Given entries START
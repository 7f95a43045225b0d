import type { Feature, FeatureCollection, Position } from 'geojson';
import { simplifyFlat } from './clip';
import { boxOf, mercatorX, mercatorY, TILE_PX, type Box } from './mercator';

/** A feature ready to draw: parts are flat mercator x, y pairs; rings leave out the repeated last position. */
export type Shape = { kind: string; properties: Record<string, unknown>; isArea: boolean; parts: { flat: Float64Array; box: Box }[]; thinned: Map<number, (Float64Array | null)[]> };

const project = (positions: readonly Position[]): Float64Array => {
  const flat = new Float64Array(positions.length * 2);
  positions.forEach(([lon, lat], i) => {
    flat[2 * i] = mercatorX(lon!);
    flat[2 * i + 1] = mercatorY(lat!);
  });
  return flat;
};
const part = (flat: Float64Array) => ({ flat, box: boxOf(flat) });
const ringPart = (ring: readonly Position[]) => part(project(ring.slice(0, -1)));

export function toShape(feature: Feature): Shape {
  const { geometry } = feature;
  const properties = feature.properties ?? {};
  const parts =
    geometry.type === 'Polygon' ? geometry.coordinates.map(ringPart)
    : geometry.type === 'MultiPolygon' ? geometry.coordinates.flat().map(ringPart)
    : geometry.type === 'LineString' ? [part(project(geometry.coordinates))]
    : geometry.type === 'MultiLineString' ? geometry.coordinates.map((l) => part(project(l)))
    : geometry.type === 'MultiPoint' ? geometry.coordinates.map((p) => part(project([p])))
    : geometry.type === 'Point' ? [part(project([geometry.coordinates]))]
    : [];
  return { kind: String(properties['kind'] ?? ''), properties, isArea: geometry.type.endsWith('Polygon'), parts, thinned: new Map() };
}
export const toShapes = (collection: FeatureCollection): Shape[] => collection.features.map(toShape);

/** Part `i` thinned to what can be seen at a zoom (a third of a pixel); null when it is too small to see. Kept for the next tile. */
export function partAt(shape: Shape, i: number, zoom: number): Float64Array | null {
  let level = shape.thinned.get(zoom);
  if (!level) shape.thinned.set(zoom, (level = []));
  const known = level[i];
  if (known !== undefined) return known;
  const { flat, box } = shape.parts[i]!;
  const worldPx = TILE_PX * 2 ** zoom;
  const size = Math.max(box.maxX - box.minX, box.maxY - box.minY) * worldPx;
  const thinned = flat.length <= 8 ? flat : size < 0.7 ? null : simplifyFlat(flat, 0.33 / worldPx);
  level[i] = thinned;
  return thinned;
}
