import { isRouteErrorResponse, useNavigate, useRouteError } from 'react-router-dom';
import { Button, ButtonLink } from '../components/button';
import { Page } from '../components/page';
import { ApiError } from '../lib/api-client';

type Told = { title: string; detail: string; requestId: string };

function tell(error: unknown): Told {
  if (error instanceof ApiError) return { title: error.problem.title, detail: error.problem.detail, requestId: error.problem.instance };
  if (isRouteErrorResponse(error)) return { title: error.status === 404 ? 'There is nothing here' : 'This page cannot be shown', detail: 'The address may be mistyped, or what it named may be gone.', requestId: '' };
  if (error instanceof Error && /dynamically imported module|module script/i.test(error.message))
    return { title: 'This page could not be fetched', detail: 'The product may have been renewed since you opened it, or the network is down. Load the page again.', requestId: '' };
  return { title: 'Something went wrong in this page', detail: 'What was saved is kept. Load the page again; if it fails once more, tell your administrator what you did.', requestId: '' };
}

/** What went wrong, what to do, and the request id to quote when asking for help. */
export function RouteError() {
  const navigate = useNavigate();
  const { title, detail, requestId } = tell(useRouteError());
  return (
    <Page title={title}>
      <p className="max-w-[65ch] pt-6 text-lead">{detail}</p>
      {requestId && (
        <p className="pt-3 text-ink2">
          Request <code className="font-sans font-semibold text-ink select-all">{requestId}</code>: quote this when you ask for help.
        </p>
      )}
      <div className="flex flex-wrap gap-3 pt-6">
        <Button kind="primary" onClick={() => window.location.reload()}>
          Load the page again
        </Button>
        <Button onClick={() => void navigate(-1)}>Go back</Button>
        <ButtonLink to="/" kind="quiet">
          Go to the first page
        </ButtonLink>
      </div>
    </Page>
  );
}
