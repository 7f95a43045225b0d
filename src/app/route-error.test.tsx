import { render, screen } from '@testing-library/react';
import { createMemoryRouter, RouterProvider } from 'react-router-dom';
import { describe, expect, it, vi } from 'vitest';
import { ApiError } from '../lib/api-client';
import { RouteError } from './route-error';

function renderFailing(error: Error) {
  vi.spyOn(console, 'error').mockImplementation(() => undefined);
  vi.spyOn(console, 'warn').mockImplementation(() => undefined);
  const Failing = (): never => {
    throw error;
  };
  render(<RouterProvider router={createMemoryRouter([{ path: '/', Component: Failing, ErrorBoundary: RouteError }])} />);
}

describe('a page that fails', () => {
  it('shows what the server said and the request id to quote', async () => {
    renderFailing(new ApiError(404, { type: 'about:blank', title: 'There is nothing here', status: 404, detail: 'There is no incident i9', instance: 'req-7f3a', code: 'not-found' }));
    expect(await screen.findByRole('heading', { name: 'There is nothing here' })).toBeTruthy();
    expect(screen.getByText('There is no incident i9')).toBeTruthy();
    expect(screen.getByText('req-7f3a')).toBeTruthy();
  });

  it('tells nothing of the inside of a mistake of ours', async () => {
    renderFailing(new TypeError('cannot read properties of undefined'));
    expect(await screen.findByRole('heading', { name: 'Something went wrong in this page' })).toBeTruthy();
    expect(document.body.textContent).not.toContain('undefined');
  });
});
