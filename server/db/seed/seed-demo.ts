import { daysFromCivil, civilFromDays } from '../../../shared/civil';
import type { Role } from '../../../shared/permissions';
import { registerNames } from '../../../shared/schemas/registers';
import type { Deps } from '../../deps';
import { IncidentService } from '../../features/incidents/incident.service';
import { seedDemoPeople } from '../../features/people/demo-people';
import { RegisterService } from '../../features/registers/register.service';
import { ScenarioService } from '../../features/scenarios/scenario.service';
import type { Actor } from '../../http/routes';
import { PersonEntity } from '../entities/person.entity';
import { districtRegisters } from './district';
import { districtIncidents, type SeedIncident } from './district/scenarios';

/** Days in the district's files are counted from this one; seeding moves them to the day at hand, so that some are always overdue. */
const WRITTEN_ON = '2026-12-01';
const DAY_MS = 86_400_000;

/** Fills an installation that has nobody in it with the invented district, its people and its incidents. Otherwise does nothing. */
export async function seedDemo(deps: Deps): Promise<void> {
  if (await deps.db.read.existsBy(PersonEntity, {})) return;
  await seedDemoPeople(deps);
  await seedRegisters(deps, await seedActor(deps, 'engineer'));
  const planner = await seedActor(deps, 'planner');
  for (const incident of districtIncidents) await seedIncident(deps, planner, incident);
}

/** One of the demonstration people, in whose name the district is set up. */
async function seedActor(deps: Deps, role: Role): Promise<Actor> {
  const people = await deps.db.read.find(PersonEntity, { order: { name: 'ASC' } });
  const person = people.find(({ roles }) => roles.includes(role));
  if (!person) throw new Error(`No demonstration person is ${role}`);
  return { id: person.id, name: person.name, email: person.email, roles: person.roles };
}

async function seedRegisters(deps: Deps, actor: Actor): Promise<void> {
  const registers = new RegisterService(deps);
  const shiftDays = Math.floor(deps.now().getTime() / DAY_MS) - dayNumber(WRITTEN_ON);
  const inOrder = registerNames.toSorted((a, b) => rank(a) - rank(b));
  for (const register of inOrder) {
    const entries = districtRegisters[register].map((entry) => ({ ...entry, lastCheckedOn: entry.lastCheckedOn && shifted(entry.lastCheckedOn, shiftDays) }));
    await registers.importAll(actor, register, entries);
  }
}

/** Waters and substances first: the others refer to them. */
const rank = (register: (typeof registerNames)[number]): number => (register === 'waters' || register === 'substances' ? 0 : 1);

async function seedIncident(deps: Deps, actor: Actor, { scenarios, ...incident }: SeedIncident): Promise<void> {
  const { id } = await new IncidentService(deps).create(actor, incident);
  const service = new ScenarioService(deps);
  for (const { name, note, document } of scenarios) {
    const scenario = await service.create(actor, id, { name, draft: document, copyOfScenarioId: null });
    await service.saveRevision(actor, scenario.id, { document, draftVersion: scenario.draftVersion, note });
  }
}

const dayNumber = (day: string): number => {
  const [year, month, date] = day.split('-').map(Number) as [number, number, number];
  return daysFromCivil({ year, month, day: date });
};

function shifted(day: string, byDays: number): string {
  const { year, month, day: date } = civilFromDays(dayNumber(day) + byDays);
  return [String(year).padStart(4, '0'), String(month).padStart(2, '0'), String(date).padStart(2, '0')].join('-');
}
Given entries END
■ **Exercise directions**
Beginning at the first line of the records, give again each line exactly as written, ending with the line that contains "next tile. */".

■ **Response**
repository 7f95a43045225b0d
import type { Feature, FeatureCollection, Position } from 'geojson';
import { simplifyFlat } from './clip';
import { boxOf, mercatorX, mercatorY, TILE_PX, type Box } from './mercator';

/** A feature ready to draw: parts are flat mercator x, y pairs; rings leave out the repeated last position. */
export type Shape = { kind: string; properties: Record<string, unknown>; isArea: boolean; parts: { flat: Float64Array; box: Box }[]; thinned: Map<number, (Float64Array | null)[]> };

const project = (positions: readonly Position[]): Float64Array => {
  const flat = new Float64Array(positions.length * 2);
  positions.forEach(([lon, lat], i) => {
    flat[2 * i] = mercatorX(lon!);
    flat[2 * i + 1] = mercatorY(lat!);
  });
  return flat;
};
const part = (flat: Float64Array) => ({ flat, box: boxOf(flat) });
const ringPart = (ring: readonly Position[]) => part(project(ring.slice(0, -1)));

export function toShape(feature: Feature): Shape {
  const { geometry } = feature;
  const properties = feature.properties ?? {};
  const parts =
    geometry.type === 'Polygon' ? geometry.coordinates.map(ringPart)
    : geometry.type === 'MultiPolygon' ? geometry.coordinates.flat().map(ringPart)
    : geometry.type === 'LineString' ? [part(project(geometry.coordinates))]
    : geometry.type === 'MultiLineString' ? geometry.coordinates.map((l) => part(project(l)))
    : geometry.type === 'MultiPoint' ? geometry.coordinates.map((p) => part(project([p])))
    : geometry.type === 'Point' ? [part(project([geometry.coordinates]))]
    : [];
  return { kind: String(properties['kind'] ?? ''), properties, isArea: geometry.type.endsWith('Polygon'), parts, thinned: new Map() };
}
export const toShapes = (collection: FeatureCollection): Shape[] => collection.features.map(toShape);

/** Part `i` thinned to what can be seen at a zoom (a third of a pixel); null when it is too small to see. Kept for the next tile. */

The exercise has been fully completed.